Welcome to my travel blog, Caffeinated Excursions! This is a follow-up to my previous post that documented my experience social distancing in the city of Santos during the month of May. At the beginning of June I relocated to the seaside town of Ubatuba, where I’ve continued to social distance and enjoy the amazing beaches. If you’re curious about what a modest and partial reopening has looked like in this little corner of Brazil, grab a cup of coffee and read on!

How I Got Here

I moved from Santos to Ubatuba at the beginning of June. Both cities are located along the Atlantic coast of the State of São Paulo. If you’ve been following my blog for a while, then you know that I came to Brazil intending to teach English for about six months, but that plan was obviously disrupted by the pandemic. I’ve since started tutoring English online. Although I prefer teaching in person, it’s been a great way to stay safely employed.

Ubatuba

I’m moving very slowly eastward along the coast in hopes of making it to Rio de Janeiro by August. That’s because I purchased a very cheap airline ticket from Rio to Lisbon for the middle of August. I’m aware that Europe may not be open to visitors by that point. If I’m not allowed to board, I’ll have to reassess and decide what to do: stay in Brazil longer, travel to another country that is open, or go back to the US.

Does anyone even remember what it feels like to be on a plane?

The Virus Situation

Anyone who’s been following international news knows the COVID-19 situation in Brazil is… not good. In addition to a lack of testing, a lack of leadership from the federal government, and a healthcare system that can’t handle the outbreak, this month was marked by a scandal involving the government attempting to remove data from its own public database. The courts have gotten involved, and individual Brazilian states have continued to collect data, which means this cover-up effort has basically been unsuccessful. Nonetheless, the situation is still worrying for many who value transparency and accountability through this challenging time.

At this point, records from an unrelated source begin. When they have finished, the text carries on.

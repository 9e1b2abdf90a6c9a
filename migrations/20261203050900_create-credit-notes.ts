import type { Knex } from 'knex';

// A credit note: the only way to correct an issued invoice. Its own gap-free number per firm.
export async function up(knex: Knex): Promise<void> {
  await knex.schema.createTable('credit_notes', (t) => {
    t.increments('id').primary();
    t.integer('firm_id').unsigned().notNullable().references('firms.id').onDelete('CASCADE');
    t.integer('invoice_id').unsigned().notNullable().references('invoices.id');
    t.integer('number').unsigned().notNullable();
    t.string('reason', 300).notNullable();
    t.timestamp('issued_at', { precision: 3 }).notNullable();
    t.integer('net_pence').notNullable();
    t.integer('vat_pence').notNullable();
    t.integer('total_pence').notNullable();
    t.integer('created_by_user_id').unsigned().nullable().references('users.id');
    t.unique(['firm_id', 'number']);
    t.index(['firm_id', 'invoice_id']);
    t.index(['firm_id', 'issued_at']);
  });
}

export async function down(knex: Knex): Promise<void> {
  await knex.schema.dropTable('credit_notes');
}
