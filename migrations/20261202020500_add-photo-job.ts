import type { Knex } from 'knex';

// Photos taken on a job (filter magnets, the system, test results), tagged by what they show.
// Safe to run again after a half-finished attempt: MariaDB commits DDL implicitly.
export async function up(knex: Knex): Promise<void> {
  if (await knex.schema.hasColumn('photos', 'job_id')) return;
  await knex.schema.alterTable('photos', (t) => {
    t.integer('job_id').unsigned().nullable().references('jobs.id').after('item_id');
    t.string('tag', 20).nullable().after('job_id');
    t.index(['firm_id', 'job_id']);
  });
}

export async function down(knex: Knex): Promise<void> {
  await knex.schema.alterTable('photos', (t) => {
    t.dropForeign(['job_id']);
    t.dropIndex(['firm_id', 'job_id']);
    t.dropColumn('job_id');
    t.dropColumn('tag');
  });
}
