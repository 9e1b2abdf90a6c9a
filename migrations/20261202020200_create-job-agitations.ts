import type { Knex } from 'knex';

// Agitation time per survey radiator. The tool's vibration magnitude is copied in when recorded, so a
// later change of the kit setting does not rewrite an engineer's exposure history; recorded_on is the
// firm's calendar day, the unit of the HSE points day.
export async function up(knex: Knex): Promise<void> {
  await knex.schema.createTable('job_agitations', (t) => {
    t.increments('id').primary();
    t.integer('firm_id').unsigned().notNullable().references('firms.id').onDelete('CASCADE');
    t.integer('job_id').unsigned().notNullable().references('jobs.id').onDelete('CASCADE');
    t.smallint('radiator_index').unsigned().notNullable();
    t.smallint('minutes').unsigned().notNullable();
    t.integer('kit_item_id').unsigned().nullable().references('kit_items.id');
    t.decimal('magnitude_ms2', 5, 2).nullable();
    t.integer('engineer_member_id').unsigned().nullable().references('memberships.id').onDelete('SET NULL');
    t.date('recorded_on').notNullable();
    t.integer('recorded_by_user_id').unsigned().notNullable().references('users.id');
    t.timestamp('recorded_at', { precision: 3 }).notNullable();
    t.unique(['firm_id', 'job_id', 'radiator_index']);
    t.index(['firm_id', 'engineer_member_id', 'recorded_on']);
    t.index(['firm_id', 'recorded_on']);
  });
}

export async function down(knex: Knex): Promise<void> {
  await knex.schema.dropTable('job_agitations');
}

A sign claiming that a beach in Ubatuba is closed. However, that was not being enforced by anyone, and I haven’t seen any other similar signs on other beaches in the city.

In spite of all of this, I really do doubt that the case numbers will ever surpass the United States. In my opinion, American media has focused heavily on Brazil, where the virus is taking an especially devastating toll on poor and indigenous communities, in part to draw attention away from the recent spikes at home. Nonetheless, the US has well over double the number of cases as Brazil despite having just 1.5 times the population. I’m not saying this to minimize the severe situation in either country, but I do think presumptuous American notions of Brazil being a lawless, almost war-torn region are affecting the overall perception of the situation here. I personally think the two countries are much more similar than different in terms of their handling of COVID-19 as of June 2020.

My Daily Routine

My daily routine is pretty similar to what it’s been the past few months. I usually work in the mornings, get lunch, go for a walk as long as the weather is good, come back for dinner, and then sometimes work in the evenings. As I’m sure is the case with many people, weekdays and weekends for me have really blurred together, especially since I do some of my teaching on the weekends.

My Amazing Airbnb

One of my favorite parts of my stay here in Ubatuba has been the great deal I found on Airbnb for a month-long rental. For 340 USD, I got this beautiful, massive studio loft for the entire month of June. It even has a kitchen and a private bathroom.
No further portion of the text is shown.